WORK REQUEST: Of the entries below, return only those lines from the line with "expect((await stateOf(draft)).state).toBe('draft');" to the line with "const blackout = await enter(oneDay('2026-12-16'));", exactly, both included.

DATASET EXTRACT:

describe('a new blackout', () => {
  it('takes the parcels off its day, says why, and tells breeder and buyer', async () => {
    const parcel = await parcelOn('2026-12-07');
    const untouched = await parcelOn('2026-12-02');
    await enter(oneDay('2026-12-07'));
    expect(await stateOf(parcel)).toEqual({
      state: 'on-hold',
      shipDate: null,
      holdReason: 'Monday, December 7 is closed for shipping: Inventory day.',
    });
    expect((await stateOf(untouched)).state).toBe('booked');
    expect((await mails('breeder@example.org', `%${parcel.code}%`)).length).toBeGreaterThan(0);
    expect((await mails('buyer@example.org', `%${parcel.code}%`)).length).toBeGreaterThan(1);
    const { body } = await breeder.get(`/api/parcels/${parcel.id}/history`);
    expect((body as { who: string; action: string }[])[0]).toMatchObject({
      who: 'Ada Admin',
      action: 'on-hold',
    });
  });

  it('also takes those that would arrive on it, by the scope of the hold counter', async () => {
    const toPhoenix = await parcelOn('2026-12-07');
    const toDenver = await parcelOn('2026-12-07', { holdCounterId: site.ids.denverCounter });
    await enter(
      oneDay('2026-12-08', { scope: 'counter', counterId: site.ids.phoenixCounter, title: 'Building work' }),
    );
    expect(await stateOf(toPhoenix)).toMatchObject({
      state: 'on-hold',
      holdReason: expect.stringContaining('Building work'),
    });
    expect((await stateOf(toDenver)).state).toBe('booked');
  });

  it('takes a parcel out of its confirmed run, which is worked out anew, and tells the driver', async () => {
    const coordinator = await site.as('coordinator@example.org');
    const [one, two] = [
      await parcelOn('2026-12-07'),
      await parcelOn('2026-12-07', { holdCounterId: site.ids.denverCounter }),
    ];
    const body = {
      coordinatorId: site.ids.coordinator,
      date: '2026-12-07',
      counterId: site.ids.dropOffCounter,
      parcelIds: [one.id, two.id],
    };
    const run = (await coordinator.post('/api/runs').send(body).expect(201)).body as Run;
    await coordinator
      .post(`/api/runs/${run.id}/confirmation`)
      .set('If-Match', `"${run.version}"`)
      .expect(200);
    const before = (await mails('coordinator@example.org', '%')).length;
    await enter(oneDay('2026-12-08', { scope: 'state', state: 'AZ' }));
    expect((await stateOf(one)).state).toBe('on-hold');
    const after = (await coordinator.get(`/api/runs/${run.id}`).expect(200)).body as Run;
    expect(after.parcels.map(({ id }) => id)).toEqual([two.id]);
    expect(after.parcels[0]?.shareCents).toBe(after.costCents);
    expect((await mails('coordinator@example.org', '%')).length).toBe(before + 1);
  });

  it('shuts its day for every parcel that asks, and lifting it opens the day again', async () => {
    const verdictOf = async (id: number) =>
      (
        (await breeder.get(`/api/parcels/${id}/days?from=2026-12-07&days=1`)).body as {
          days: { verdict: string }[];
        }
      ).days[0]?.verdict;
    const parcel = (await breeder.post('/api/parcels').send(parcelBody(site)).expect(201)).body as Parcel;
    const blackout = await enter({ ...oneDay('2026-12-05'), kind: 'range', endDate: '2026-12-09' });
    expect(await verdictOf(parcel.id)).toBe('shut');
    const edit = (body: object, version: number) =>
      admin.patch(`/api/blackouts/${blackout.id}`).set('If-Match', `"${version}"`).send(body);
    const lifted = (await edit({ liftedDates: ['2026-12-07', '2026-12-08'] }, blackout.version).expect(200))
      .body as Blackout;
    // Open for the day itself, but Wednesday stays shut behind the arrival: no slack.
    expect(await verdictOf(parcel.id)).toBe('tight');
    await edit({ title: 'Late' }, blackout.version).expect(412);
    await admin.delete(`/api/blackouts/${blackout.id}`).set('If-Match', `"${blackout.version}"`).expect(412);
    await admin.delete(`/api/blackouts/${blackout.id}`).set('If-Match', `"${lifted.version}"`).expect(204);
    expect(await verdictOf(parcel.id)).toBe('open');
  });

  it.each([
    ['without a day', { startDate: null }, 'startDate'],
    ['on 31 February', { startDate: '2027-02-31' }, 'startDate'],
    ['without a title', { title: ' ' }, 'title'],
    ['a range without an end', { kind: 'range' }, 'endDate'],
    ['a range that ends first', { kind: 'range', endDate: '2026-12-01' }, 'endDate'],
    ['a yearly one without a rule', { kind: 'yearly', startDate: null }, 'rules'],
    ['a rule that is none', { kind: 'yearly', startDate: null, rules: 'every Tuesday' }, 'rules'],
    [
      'a rule for every second of the year',
      { kind: 'yearly', startDate: null, rules: 'FREQ=YEARLY;BYHOUR=1;BYMINUTE=2' },
      'rules',
    ],
    [
      'a day that never comes',
      { kind: 'yearly', startDate: null, rules: 'FREQ=YEARLY;BYMONTH=2;BYMONTHDAY=30' },
      'rules',
    ],
    [
      'a rule out of its range',
      { kind: 'yearly', startDate: null, rules: 'FREQ=YEARLY;BYMONTHDAY=31;BYSETPOS=-400' },
      'rules',
    ],
    [
      'a weekday that is counted from nought',
      { kind: 'yearly', startDate: null, rules: 'FREQ=YEARLY;BYDAY=0MO' },
      'rules',
    ],
    // One good line must not carry others that the calendar would search for up to the year 9999 at every look.
    [
      'a day that never comes behind one that does',
      { kind: 'yearly', startDate: null, rules: ['BYMONTHDAY=1', ...neverDays].map(yearly).join('\n') },
      'rules',
    ],
    ['a scope without its counter', { scope: 'counter' }, 'counterId'],
    ['a counter that does not exist', { scope: 'counter', counterId: 999 }, 'counterId'],
    ['a carrier that does not exist', { scope: 'carrier', carrierId: 999 }, 'carrierId'],
    ['a state that is none', { scope: 'state', state: 'Texas' }, 'state'],
  ])('is refused %s, at its field', async (_what, changes, path) => {
    const { body } = await admin.post('/api/blackouts').send(oneDay('2026-12-07', changes)).expect(400);
    expect(paths(body)).toContain(path);
    expect(await site.db('blackouts').select('id')).toEqual([]);
  });

  it('leaves parcels that still seek a day, those aboard, and those that never had one', async () => {
    const seeking = (await breeder.post('/api/parcels').send(parcelBody(site)).expect(201)).body as Parcel;
    const flexible = { from: '2026-12-07', to: '2026-12-09' };
    await breeder.put(`/api/parcels/${seeking.id}/booking`).send({ flexible }).expect(200);
    const draft = (await breeder.post('/api/parcels').send(parcelBody(site)).expect(201)).body as Parcel;
    const aboard = await parcelOn('2026-12-07');
    await site.db('parcels').where({ id: aboard.id }).update({ state: 'aboard' });
    const sent = (await site.db('outbox').select('id')).length;
    await enter(oneDay('2026-12-07'));
    expect(await site.db('outbox').select('id')).toHaveLength(sent);
    expect((await stateOf(seeking)).state).toBe('seeking');
    expect((await stateOf(draft)).state).toBe('draft');
    expect(await stateOf(aboard)).toMatchObject({ state: 'aboard', shipDate: '2026-12-07' });
  });

  it('also takes a parcel that is packed already', async () => {
    const packed = await parcelOn('2026-12-07');
    await site.db('parcels').where({ id: packed.id }).update({ state: 'packed' });
    await enter(oneDay('2026-12-07', { scope: 'carrier', carrierId: 1 }));
    expect((await stateOf(packed)).state).toBe('on-hold');
  });

  it('is remembered with who entered, changed and removed it', async () => {
    const blackout = await enter(oneDay('2026-12-16'));
    await admin.patch(`/api/blackouts/${blackout.id}`).send({ title: 'Stocktaking' }).expect(200);
    await admin.delete(`/api/blackouts/${blackout.id}`).expect(204);
    const history = await site.deps.services.history.of('blackout', blackout.id);
    expect(history.map(({ who, text }) => `${who}: ${text}`)).toEqual([
      'Ada Admin: Removed “Stocktaking”.',
      'Ada Admin: Changed “Stocktaking”.',
      'Ada Admin: Entered “Inventory day”.',
    ]);
  });

  it('saves nothing at all when something on the way fails', async () => {
    const parcel = await parcelOn('2026-12-07');
    await site.db.schema.dropTable('outbox');
    await admin.post('/api/blackouts').send(oneDay('2026-12-07')).expect(500);
    expect((await stateOf(parcel)).state).toBe('booked');
    expect(await site.db('blackouts').select('id')).toEqual([]);
    expect(await site.db('history').where({ subject_kind: 'blackout' })).toEqual([]);
  });

  it('can be renamed when one of its lines has run out, but takes no new line that has', async () => {
    // The year 2020 is over for good; such a line stands in a blackout that was entered before.
    const over = yearly('BYMONTH=7;BYMONTHDAY=4;UNTIL=20200705');
    const rules = `${yearly('BYMONTH=12;BYMONTHDAY=24')}\n${over}`;
    const saved = await enter({
      ...oneDay('2026-12-24'),
      kind: 'yearly',
      startDate: null,
      rules: yearly('BYMONTH=12;BYMONTHDAY=24'),
    });
    await site.db('blackouts').where({ id: saved.id }).update({ rules });
    const renamed = await admin
      .patch(`/api/blackouts/${saved.id}`)
      .send({ title: 'Early close' })
      .expect(200);
    expect(renamed.body).toMatchObject({ title: 'Early close', rules });
    const worse = `${rules}\n${yearly('BYMONTH=8;BYMONTHDAY=4;UNTIL=20200705')}`;
    const refused = await admin.patch(`/api/blackouts/${saved.id}`).send({ rules: worse }).expect(400);
    expect(paths(refused.body)).toEqual(['rules']);
  });

  it('is held to its rules as a whole when a part is changed', async () => {
    const { id } = await enter(oneDay('2026-12-07'));
    expect(
      paths((await admin.patch(`/api/blackouts/${id}`).send({ kind: 'range' }).expect(400)).body),
    ).toContain('endDate');
    await admin.patch(`/api/blackouts/${id}`).send({ kind: 'range', endDate: '2026-12-08' }).expect(200);
    await admin.patch('/api/blackouts/999').send({ title: 'x' }).expect(404);
    await admin.delete('/api/blackouts/999').expect(404);
  });
});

SOLUTION TO THIS PROBLEM:
    expect((await stateOf(draft)).state).toBe('draft');
    expect(await stateOf(aboard)).toMatchObject({ state: 'aboard', shipDate: '2026-12-07' });
  });

  it('also takes a parcel that is packed already', async () => {
    const packed = await parcelOn('2026-12-07');
    await site.db('parcels').where({ id: packed.id }).update({ state: 'packed' });
    await enter(oneDay('2026-12-07', { scope: 'carrier', carrierId: 1 }));
    expect((await stateOf(packed)).state).toBe('on-hold');
  });

  it('is remembered with who entered, changed and removed it', async () => {
    const blackout = await enter(oneDay('2026-12-16'));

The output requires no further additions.